def write_series(out: Path, view: View):
    """Frames and air log of the night-long series; returns its truth entry."""
    times = SERIES_START_H + SERIES_STEP_H * np.arange(SERIES_FRAMES)
    q, dt = [], []
    for k, t in enumerate(times):
        t_ai, t_lag = float(indoor_air_c(t)), float(lagged_outdoor_c(t))
        obj, eps, refl = render_object(view, t_ai, t_lag)
        write_tiff(out / "series" / "frames" / f"{view.id}-{k:02d}.tif",
                   render_reading(view, obj, eps, refl, np.random.default_rng([SEED, 1000 + k])))
        q.append(U_CAVITY * (t_ai - t_lag))
        dt.append(t_ai - float(outdoor_air_c(t)))
    rows = ["time,indoor_air_c,outdoor_air_c,frame,reflected_c"]
    n_log = int(round((times[-1] - times[0]) / LOG_STEP_H)) + 1
    for i in range(n_log):
        t = SERIES_START_H + i * LOG_STEP_H
        k = (t - SERIES_START_H) / SERIES_STEP_H
        frame = f"frames/{view.id}-{int(round(k)):02d}.tif" if abs(k - round(k)) < 1e-9 else ""
        rows.append(f"{clock(t)},{float(indoor_air_c(t)):.2f},{float(outdoor_air_c(t)):.2f},"
                    f"{frame},{view.reflected_c:.1f}")
    (out / "series" / "study-log.csv").write_text("\n".join(rows) + "\n", encoding="utf-8")
    k_survey = int(round((SURVEY_HOUR - SERIES_START_H) / SERIES_STEP_H))
    return {
        "id": "study-night", "thermogram": view.id, "element": "study-south-wall",
        "u_true_w_m2k": U_CAVITY, "frames": SERIES_FRAMES, "interval_h": SERIES_STEP_H,
        "start": clock(times[0]), "end": clock(times[-1]), "wall_lag_time_constant_h": WALL_LAG_H,
        "average_method_u_w_m2k": _r(sum(q) / sum(dt)),
        "survey_frame": f"series/frames/{view.id}-{k_survey:02d}.tif",
        "survey_frame_steady_u_w_m2k": _r(q[k_survey] / dt[k_survey]),
        "note": "the wall's heat flow is U (T_ai - T_lag) with T_lag the outdoor air lagged by a"
                " first-order response; the average method over this short night converges to"
                " average_method_u_w_m2k, not to the true U (ISO 9869-1 asks for at least 72 h)",
    }


# --------------------------------------------------------------------------- main
def main(out_dir=None) -> Path:
    """Write the whole survey folder into `out_dir` (default: this script's folder)."""
    out = Path(out_dir) if out_dir is not None else Path(__file__).resolve().parent
    views, el_truth, def_truth = build_views()
    probes, probe_truth, tapes, therm_truth, reflection = {}, {}, {}, {}, None
    for k, v in enumerate(views):
        write_json(out / "outlines" / f"{v.id}.geojson", outline_collection(v))
        air, rh = air_and_rh(v)
        therm_truth[v.id] = {
            "side": v.side, "shape_px": list(v.shape), "note": v.note,
            "reflected_c": v.reflected_c, "distance_m": v.distance_m,
            "view_angle_deg": _r(v.view_angle_deg, 2), "yaw_deg": v.yaw_deg, "pitch_deg": v.pitch_deg,
            "transmittance": _r(atmosphere.atmospheric_transmittance(v.distance_m, air, rh, BAND_UM), 6),
            "export_emissivity": v.export[0], "export_reflected_c": v.export[1],
            "pixel_to_metre_homography": [[_r(x, 9) for x in row] for row in v.homography],
            "camera_shift_px": list(v.shift_px),
        }
        if v.shape == SERIES_SHAPE:  # frames written by write_series; this one at 01:00
            obj, _, _ = render_object(v, float(indoor_air_c(SURVEY_HOUR)),
                                      float(lagged_outdoor_c(SURVEY_HOUR)))
        else:
            obj, eps, refl = render_object(v)
            write_tiff(out / "thermograms" / f"{v.id}.tif",
                       render_reading(v, obj, eps, refl, np.random.default_rng([SEED, k])))
        if v.probe_m is not None:
            xy, (r, c) = _pixel_of(v, *v.probe_m)
            probes[v.id] = [{"pixel_xy": xy, "surface_c": round(float(obj[r, c]), 2),
                             "uncertainty_k": 0.2}]
            probe_truth[v.id] = {"pixel_xy": xy, "surface_true_c": _r(obj[r, c], 3)}
        if v.id == "kitchen-south":
            t_xy, _ = _pixel_of(v, 2.025, 1.325)
            s_xy, _ = _pixel_of(v, 2.15, 1.325)
            tapes[v.id] = [{"pixel_xy": t_xy, "emissivity": 0.95, "surface_pixel_xy": s_xy}]
            splash = rect(2.6, 0.95, 3.5, 1.55)
            cen, bb = _px_box(to_pixels(v, splash))
            _, (r, c) = _pixel_of(v, 3.05, 1.25)
            reflection = {
                "thermogram": v.id, "element": "kitchen-south-wall", "centroid_px": cen,
                "bbox_px": bb, "area_m2": _r(splash.area), "emissivity_true": 0.25,
                "local_reflected_c": 50.0, "surface_c": _r(obj[r, c], 2),
                "apparent_c": _r(radiometry.apparent_temperature(obj[r, c], 0.25, 50.0), 2),
                "note": "polished steel splashback mirroring a 50 °C radiator: warm in the image,"
                        " not a defect; the survey declares the room's reflected temperature"}
    series = write_series(out, views[-1])
    elements = {n: element_truth(n, s, SPECIFIED) for n, s in el_truth.items()}
    elements["dining-west-wall"]["thermograms"] = ["dining-west", "dining-west-50pa"]
    elements["dining-window"]["thermograms"] = ["dining-west", "dining-west-50pa"]
    truth = {
        "generator": "example_house/generate.py", "seed": SEED,
        "camera": {"offset_k": OFFSET_K, "noise_k": NOISE_K, "band_um": list(BAND_UM),
                   "note": "offset added to the apparent temperature of every frame"},
        "conditions": {"indoor_air_c": T_AI_C, "outdoor_air_c": T_AE_C, "delta_t_k": _r(DT_K),
                       "sky_c": _r(T_SKY_C, 3), "ground_c": T_GROUND_C, "f_sky": F_SKY,
                       "exterior_reflected_c": T_REFL_E_C, "h_ce_w_m2k": H_CE,
                       "interior_convection": f"{INTERIOR_MODEL} at each surface's own "
                                              "surface–air difference",
                       "heating_degree_days_base_c": HDD_BASE_C},
        "elements": elements, "defects": defects_truth(def_truth), "reflection": reflection,
        "thermograms": therm_truth, "series": series,
        "probes": probe_truth, "tapes": tapes,
    }
    history = ([round(float(outdoor_air_c(h)), 1) for h in np.arange(7.0, SURVEY_HOUR + 0.5)],
               [round(float(indoor_air_c(h)), 1) for h in np.arange(7.0, SURVEY_HOUR + 0.5)])
    (out / "survey.toml").write_text(survey_toml(views, probes, tapes, history), encoding="utf-8")
    write_json(out / "truth.json", truth)
    return out


if __name__ == "__main__":
    parser = argparse.ArgumentParser(description=__doc__.splitlines()[0])
    parser.add_argument("--out", default=None, help="output folder (default: example_house/)")
    args = parser.parse_args()
    print(main(args.out))
    sys.exit(0)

□ □ □ □ □

- **Task to complete**:
Restate the data above exactly, keeping each word as it stands.

- **Solution to the problem**:
def write_series(out: Path, view: View):
    """Frames and air log of the night-long series; returns its truth entry."""
    times = SERIES_START_H + SERIES_STEP_H * np.arange(SERIES_FRAMES)
    q, dt = [], []
    for k, t in enumerate(times):
        t_ai, t_lag = float(indoor_air_c(t)), float(lagged_outdoor_c(t))
        obj, eps, refl = render_object(view, t_ai, t_lag)
        write_tiff(out / "series" / "frames" / f"{view.id}-{k:02d}.tif",
                   render_reading(view, obj, eps, refl, np.random.default_rng([SEED, 1000 + k])))
        q.append(U_CAVITY * (t_ai - t_lag))
        dt.append(t_ai - float(outdoor_air_c(t)))
    rows = ["time,indoor_air_c,outdoor_air_c,frame,reflected_c"]
    n_log = int(round((times[-1] - times[0]) / LOG_STEP_H)) + 1
    for i in range(n_log):
        t = SERIES_START_H + i * LOG_STEP_H
        k = (t - SERIES_START_H) / SERIES_STEP_H
        frame = f"frames/{view.id}-{int(round(k)):02d}.tif" if abs(k - round(k)) < 1e-9 else ""
        rows.append(f"{clock(t)},{float(indoor_air_c(t)):.2f},{float(outdoor_air_c(t)):.2f},"
                    f"{frame},{view.reflected_c:.1f}")
    (out / "series" / "study-log.csv").write_text("\n".join(rows) + "\n", encoding="utf-8")
    k_survey = int(round((SURVEY_HOUR - SERIES_START_H) / SERIES_STEP_H))
    return {
        "id": "study-night", "thermogram": view.id, "element": "study-south-wall",
        "u_true_w_m2k": U_CAVITY, "frames": SERIES_FRAMES, "interval_h": SERIES_STEP_H,
        "start": clock(times[0]), "end": clock(times[-1]), "wall_lag_time_constant_h": WALL_LAG_H,
        "average_method_u_w_m2k": _r(sum(q) / sum(dt)),
        "survey_frame": f"series/frames/{view.id}-{k_survey:02d}.tif",
        "survey_frame_steady_u_w_m2k": _r(q[k_survey] / dt[k_survey]),
        "note": "the wall's heat flow is U (T_ai - T_lag) with T_lag the outdoor air lagged by a"
                " first-order response; the average method over this short night converges to"
                " average_method_u_w_m2k, not to the true U (ISO 9869-1 asks for at least 72 h)",
    }


# --------------------------------------------------------------------------- main
def main(out_dir=None) -> Path:
    """Write the whole survey folder into `out_dir` (default: this script's folder)."""
    out = Path(out_dir) if out_dir is not None else Path(__file__).resolve().parent
    views, el_truth, def_truth = build_views()
    probes, probe_truth, tapes, therm_truth, reflection = {}, {}, {}, {}, None
    for k, v in enumerate(views):
        write_json(out / "outlines" / f"{v.id}.geojson", outline_collection(v))
        air, rh = air_and_rh(v)
        therm_truth[v.id] = {
            "side": v.side, "shape_px": list(v.shape), "note": v.note,
            "reflected_c": v.reflected_c, "distance_m": v.distance_m,
            "view_angle_deg": _r(v.view_angle_deg, 2), "yaw_deg": v.yaw_deg, "pitch_deg": v.pitch_deg,
            "transmittance": _r(atmosphere.atmospheric_transmittance(v.distance_m, air, rh, BAND_UM), 6),
            "export_emissivity": v.export[0], "export_reflected_c": v.export[1],
            "pixel_to_metre_homography": [[_r(x, 9) for x in row] for row in v.homography],
            "camera_shift_px": list(v.shift_px),
        }
        if v.shape == SERIES_SHAPE:  # frames written by write_series; this one at 01:00
            obj, _, _ = render_object(v, float(indoor_air_c(SURVEY_HOUR)),
                                      float(lagged_outdoor_c(SURVEY_HOUR)))
        else:
            obj, eps, refl = render_object(v)
            write_tiff(out / "thermograms" / f"{v.id}.tif",
                       render_reading(v, obj, eps, refl, np.random.default_rng([SEED, k])))
        if v.probe_m is not None:
            xy, (r, c) = _pixel_of(v, *v.probe_m)
            probes[v.id] = [{"pixel_xy": xy, "surface_c": round(float(obj[r, c]), 2),
                             "uncertainty_k": 0.2}]
            probe_truth[v.id] = {"pixel_xy": xy, "surface_true_c": _r(obj[r, c], 3)}
        if v.id == "kitchen-south":
            t_xy, _ = _pixel_of(v, 2.025, 1.325)
            s_xy, _ = _pixel_of(v, 2.15, 1.325)
            tapes[v.id] = [{"pixel_xy": t_xy, "emissivity": 0.95, "surface_pixel_xy": s_xy}]
            splash = rect(2.6, 0.95, 3.5, 1.55)
            cen, bb = _px_box(to_pixels(v, splash))
            _, (r, c) = _pixel_of(v, 3.05, 1.25)
            reflection = {
                "thermogram": v.id, "element": "kitchen-south-wall", "centroid_px": cen,
                "bbox_px": bb, "area_m2": _r(splash.area), "emissivity_true": 0.25,
                "local_reflected_c": 50.0, "surface_c": _r(obj[r, c], 2),
                "apparent_c": _r(radiometry.apparent_temperature(obj[r, c], 0.25, 50.0), 2),
                "note": "polished steel splashback mirroring a 50 °C radiator: warm in the image,"
                        " not a defect; the survey declares the room's reflected temperature"}
    series = write_series(out, views[-1])
    elements = {n: element_truth(n, s, SPECIFIED) for n, s in el_truth.items()}
    elements["dining-west-wall"]["thermograms"] = ["dining-west", "dining-west-50pa"]
    elements["dining-window"]["thermograms"] = ["dining-west", "dining-west-50pa"]
    truth = {
        "generator": "example_house/generate.py", "seed": SEED,
        "camera": {"offset_k": OFFSET_K, "noise_k": NOISE_K, "band_um": list(BAND_UM),
                   "note": "offset added to the apparent temperature of every frame"},
        "conditions": {"indoor_air_c": T_AI_C, "outdoor_air_c": T_AE_C, "delta_t_k": _r(DT_K),
                       "sky_c": _r(T_SKY_C, 3), "ground_c": T_GROUND_C, "f_sky": F_SKY,
                       "exterior_reflected_c": T_REFL_E_C, "h_ce_w_m2k": H_CE,
                       "interior_convection": f"{INTERIOR_MODEL} at each surface's own "
                                              "surface–air difference",
                       "heating_degree_days_base_c": HDD_BASE_C},
        "elements": elements, "defects": defects_truth(def_truth), "reflection": reflection,
        "thermograms": therm_truth, "series": series,
        "probes": probe_truth, "tapes": tapes,
    }
    history = ([round(float(outdoor_air_c(h)), 1) for h in np.arange(7.0, SURVEY_HOUR + 0.5)],
               [round(float(indoor_air_c(h)), 1) for h in np.arange(7.0, SURVEY_HOUR + 0.5)])
    (out / "survey.toml").write_text(survey_toml(views, probes, tapes, history), encoding="utf-8")
    write_json(out / "truth.json", truth)
    return out


if __name__ == "__main__":
    parser = argparse.ArgumentParser(description=__doc__.splitlines()[0])
    parser.add_argument("--out", default=None, help="output folder (default: example_house/)")
    args = parser.parse_args()
    print(main(args.out))
    sys.exit(0)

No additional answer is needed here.